WHAT YOU ARE ASKED TO DO:
Working through the entries below, find how many lines include "return", then write only that number.

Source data
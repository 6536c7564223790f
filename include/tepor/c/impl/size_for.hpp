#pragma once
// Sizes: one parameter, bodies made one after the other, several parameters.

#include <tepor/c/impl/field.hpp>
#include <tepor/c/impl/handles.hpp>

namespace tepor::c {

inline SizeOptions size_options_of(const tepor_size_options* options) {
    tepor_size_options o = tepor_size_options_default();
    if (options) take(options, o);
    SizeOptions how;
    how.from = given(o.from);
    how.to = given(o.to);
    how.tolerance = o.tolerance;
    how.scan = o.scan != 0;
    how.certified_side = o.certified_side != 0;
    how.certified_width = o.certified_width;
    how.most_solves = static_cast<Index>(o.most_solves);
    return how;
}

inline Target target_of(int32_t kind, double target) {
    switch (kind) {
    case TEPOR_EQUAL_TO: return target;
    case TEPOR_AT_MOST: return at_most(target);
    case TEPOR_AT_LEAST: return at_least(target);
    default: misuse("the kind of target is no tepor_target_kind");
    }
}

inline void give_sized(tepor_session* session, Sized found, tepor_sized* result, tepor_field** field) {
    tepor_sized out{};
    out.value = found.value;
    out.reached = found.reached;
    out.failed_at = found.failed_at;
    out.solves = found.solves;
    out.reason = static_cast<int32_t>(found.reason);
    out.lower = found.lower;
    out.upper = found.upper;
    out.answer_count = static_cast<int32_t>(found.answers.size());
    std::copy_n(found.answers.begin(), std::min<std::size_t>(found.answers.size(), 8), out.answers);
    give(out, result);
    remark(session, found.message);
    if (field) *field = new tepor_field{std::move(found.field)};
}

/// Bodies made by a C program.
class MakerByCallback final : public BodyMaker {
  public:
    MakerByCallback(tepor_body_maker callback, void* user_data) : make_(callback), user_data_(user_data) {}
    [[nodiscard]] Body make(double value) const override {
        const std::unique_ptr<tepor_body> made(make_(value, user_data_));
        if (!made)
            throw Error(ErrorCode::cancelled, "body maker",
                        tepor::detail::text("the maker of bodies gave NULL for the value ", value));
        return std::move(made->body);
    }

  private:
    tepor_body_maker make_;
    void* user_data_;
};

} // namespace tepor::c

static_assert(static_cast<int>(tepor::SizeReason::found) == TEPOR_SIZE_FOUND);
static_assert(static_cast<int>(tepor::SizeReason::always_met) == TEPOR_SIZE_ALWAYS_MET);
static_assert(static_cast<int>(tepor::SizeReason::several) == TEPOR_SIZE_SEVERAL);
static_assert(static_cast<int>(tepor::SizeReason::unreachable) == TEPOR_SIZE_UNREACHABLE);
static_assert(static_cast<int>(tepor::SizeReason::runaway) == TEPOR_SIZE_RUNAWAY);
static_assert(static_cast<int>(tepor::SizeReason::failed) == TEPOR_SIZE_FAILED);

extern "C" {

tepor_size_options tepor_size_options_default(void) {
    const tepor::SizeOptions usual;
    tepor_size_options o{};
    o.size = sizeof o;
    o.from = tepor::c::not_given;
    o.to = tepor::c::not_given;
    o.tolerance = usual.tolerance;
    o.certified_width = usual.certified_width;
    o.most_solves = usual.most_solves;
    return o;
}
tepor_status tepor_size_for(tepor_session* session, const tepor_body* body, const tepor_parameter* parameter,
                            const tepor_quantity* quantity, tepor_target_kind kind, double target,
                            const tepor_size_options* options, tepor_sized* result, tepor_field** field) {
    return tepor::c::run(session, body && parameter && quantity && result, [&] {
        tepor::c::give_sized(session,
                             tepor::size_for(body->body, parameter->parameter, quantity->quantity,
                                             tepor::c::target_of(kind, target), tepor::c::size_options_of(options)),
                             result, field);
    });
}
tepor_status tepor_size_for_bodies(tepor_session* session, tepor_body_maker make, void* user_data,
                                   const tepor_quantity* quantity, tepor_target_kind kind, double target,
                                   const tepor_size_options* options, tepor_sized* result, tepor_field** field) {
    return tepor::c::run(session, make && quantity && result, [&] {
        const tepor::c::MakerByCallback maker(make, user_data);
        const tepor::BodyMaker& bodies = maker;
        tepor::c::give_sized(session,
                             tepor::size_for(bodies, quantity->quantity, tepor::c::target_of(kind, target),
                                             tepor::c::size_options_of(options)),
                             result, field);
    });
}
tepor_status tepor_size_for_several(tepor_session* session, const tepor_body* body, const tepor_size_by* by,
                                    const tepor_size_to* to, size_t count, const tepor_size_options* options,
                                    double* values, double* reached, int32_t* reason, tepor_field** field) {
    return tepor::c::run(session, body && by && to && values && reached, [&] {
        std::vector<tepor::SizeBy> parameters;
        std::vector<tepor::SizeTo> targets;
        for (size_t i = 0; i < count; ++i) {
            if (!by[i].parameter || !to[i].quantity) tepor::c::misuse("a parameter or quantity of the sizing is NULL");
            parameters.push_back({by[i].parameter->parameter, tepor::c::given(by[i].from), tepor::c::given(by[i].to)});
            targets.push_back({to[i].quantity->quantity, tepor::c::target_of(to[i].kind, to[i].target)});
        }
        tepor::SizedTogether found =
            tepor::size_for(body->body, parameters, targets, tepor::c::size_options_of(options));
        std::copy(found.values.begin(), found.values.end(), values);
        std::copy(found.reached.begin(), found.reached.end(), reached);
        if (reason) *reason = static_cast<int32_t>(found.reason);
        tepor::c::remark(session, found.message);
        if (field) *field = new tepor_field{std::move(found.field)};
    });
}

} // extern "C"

WRITTEN RESPONSE:
9